Trapezoid ABCD is such that AB is parallel to CD and the diagonals intersect at point E...?
Triangle AEC's area is 20. Triangle CED is 50. What is the area of the entire trapezoid?
- Anonymous10 years agoFavorite Answer
you mean Triangle AEB, because AEC is a straight line...
We can prove the 2 triangles are similar by the alternate interior angle thereom and the opposite angles thereom.
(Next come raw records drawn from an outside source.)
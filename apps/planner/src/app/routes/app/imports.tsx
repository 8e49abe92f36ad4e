import { ImportsPage } from '@/features/imports';
import { useMe } from '@/lib/auth';
import { can } from '@/lib/authorization';

export default function ImportsRoute() {
  const me = useMe();
  return <ImportsPage canImport={can(me.data?.role, 'write:master-data')} />;
}
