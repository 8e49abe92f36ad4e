import { describe, expect, it } from 'vitest';
import { toPlanningData } from '../src/planning-data/to-planning-data';
import type { MasterDataRows } from '../src/planning-data/planning-data.repository';

const stamp = { version: 1, createdAt: '2026-01-01T00:00:00.000Z', updatedAt: '2026-01-01T00:00:00.000Z' };
const product = (id: number, code: string, active = true) => ({
  id,
  code,
  name: code,
  unit: 'pcs',
  kind: 'finished' as const,
  price: 10,
  holdingCostRatePct: 24,
  safetyStock: 1,
  batchMultiple: 1,
  openingStock: 0,
  latePenalty: 2,
  family: null,
  active,
  ...stamp,
});

function rows(): MasterDataRows {
  return {
    settings: {
      plantName: 'Test plant',
      currency: 'EUR',
      weekStart: 'monday',
      defaultShiftPattern: { shiftsPerDay: 1, hoursPerShift: 8, daysPerWeek: 5, shiftStarts: ['07:00'] },
      maxWeeklyHours: 48,
      minDailyRestHours: 11,
      overtimePremium: 1.5,
      version: 1,
      updatedAt: stamp.updatedAt,
    },
    products: [product(1, 'FIN'), product(2, 'OLD-PART', false), product(3, 'RETIRED', false)],
    bom: [
      { parentProductId: 1, componentProductId: 2, materialId: null, qtyPer: 2, scrapPct: 0 },
      { parentProductId: 1, componentProductId: null, materialId: 7, qtyPer: 1.5, scrapPct: 10 },
      { parentProductId: 3, componentProductId: null, materialId: 7, qtyPer: 1, scrapPct: 0 },
    ],
    routings: [{ productId: 1, sequence: 10, workCenterId: 5, hoursPerUnit: 0.5, setupHours: 1 }],
    workCenters: [
      {
        id: 5,
        code: 'W',
        name: 'W',
        efficiency: 0.9,
        overtimeCapHoursPerWeek: null,
        overtimeCostPerHour: 30,
        shiftPattern: { shiftsPerDay: 1, hoursPerShift: 8, daysPerWeek: 5, shiftStarts: ['07:00'] },
        ...stamp,
      },
    ],
    calendar: [{ workCenterId: 5, weekStart: '2026-01-12', holidayDays: 1, downtimeHours: 0, extraShifts: 0, note: null }],
    materials: [
      {
        id: 7,
        code: 'M',
        name: 'M',
        unit: 'kg',
        unitCost: 3,
        onHand: 5,
        leadTimeWeeks: 2,
        weeklySupplyCap: null,
        lotRule: 'lot_for_lot',
        lotSize: null,
        ...stamp,
      },
    ],
    receipts: [
      { id: 1, materialId: 7, weekStart: '2025-12-29', qty: 4, reference: 'late PO' },
      { id: 2, materialId: 7, weekStart: '2026-01-05', qty: 6, reference: null },
      { id: 3, materialId: 7, weekStart: '2026-01-12', qty: 8, reference: null },
      { id: 4, materialId: 7, weekStart: '2026-02-02', qty: 99, reference: 'beyond' },
    ],
    firmOrders: [
      { id: 1, productId: 1, weekStart: '2026-01-05', orderRef: 'SO-1', qty: 3, version: 1 },
      { id: 2, productId: 3, weekStart: '2026-01-05', orderRef: 'SO-2', qty: 3, version: 1 },
    ],
    forecasts: [{ id: 1, productId: 1, weekStart: '2026-01-12', qty: 4, version: 1 }],
  };
}

describe('planning data from stored rows', () => {
  const data = toPlanningData(rows(), ['2026-01-05', '2026-01-12']);

  it('when products are inactive, then they are left out unless an included BOM still uses them', () => {
    expect(data.products.map((p) => p.code)).toEqual(['FIN', 'OLD-PART']);
    expect(data.bom).toEqual([
      { parent: 'FIN', componentProduct: 'OLD-PART', qtyPer: 2, scrapPct: 0 },
      { parent: 'FIN', material: 'M', qtyPer: 1.5, scrapPct: 10 },
    ]);
    expect(data.demand).toEqual([
      { product: 'FIN', week: 1, kind: 'firm', qty: 3, orderRef: 'SO-1' },
      { product: 'FIN', week: 2, kind: 'forecast', qty: 4 },
    ]);
  });

  it('when rows carry dates and percentages, then weeks become indexes and the holding cost a yearly fraction', () => {
    expect(data.weeks).toEqual([
      { index: 1, startDate: '2026-01-05' },
      { index: 2, startDate: '2026-01-12' },
    ]);
    expect(data.products[0].holdingCostAnnualRate).toBeCloseTo(0.24, 12);
    expect(data.workCenters[0].exceptions).toEqual([{ week: 2, holidayDays: 1 }]);
    expect(data.routings).toEqual([{ product: 'FIN', sequence: 10, workCenter: 'W', hoursPerUnit: 0.5, setupHours: 1 }]);
    expect(data.plant).toMatchObject({ name: 'Test plant', maxWeeklyHours: 48, minDailyRestHours: 11, overtimePremium: 1.5 });
  });

  it('when receipts fall before, inside and after the horizon, then overdue ones count in week 1 and later ones are left out', () => {
    expect(data.materials[0].scheduledReceipts).toEqual([
      { week: 1, qty: 10 },
      { week: 2, qty: 8 },
    ]);
    expect(data.materials[0]).not.toHaveProperty('lotSize');
  });
});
the ratio of area of AEB : area of CED = 2 : 5
Let the base of triangle CEB be B, and its height be H
the base and the height of AEB multiply TOGETHER, must be 2/5 of CED
so the shorter base is √ (2/5) or √2 / √5 or √10 / 5 of B or B√10 / 5
the height of AEB would be H√10 / 5
Area of any triangle is bh/2, so BH = 100, while 10BH / 25 = 40
Area of a trapezoid is (b1 + b2) h /2
or (B + B√10/5) (H + H√10/5) / 2
= (BH + BH√10/5 + BH√10 / 5 + 10BH / 25)/2
= (100 + 100√10 / 5 + 100√10 / 5 + 40)/2
= (140 + 40√10) / 2
= 70 + 20√10
the total area is 70 + 20√10
- Anonymous10 years ago
Based on this description, Triangle AEC isn't actually a triangle... Points A, E, & C are collinear... Could you check to make sure this is typed correctly?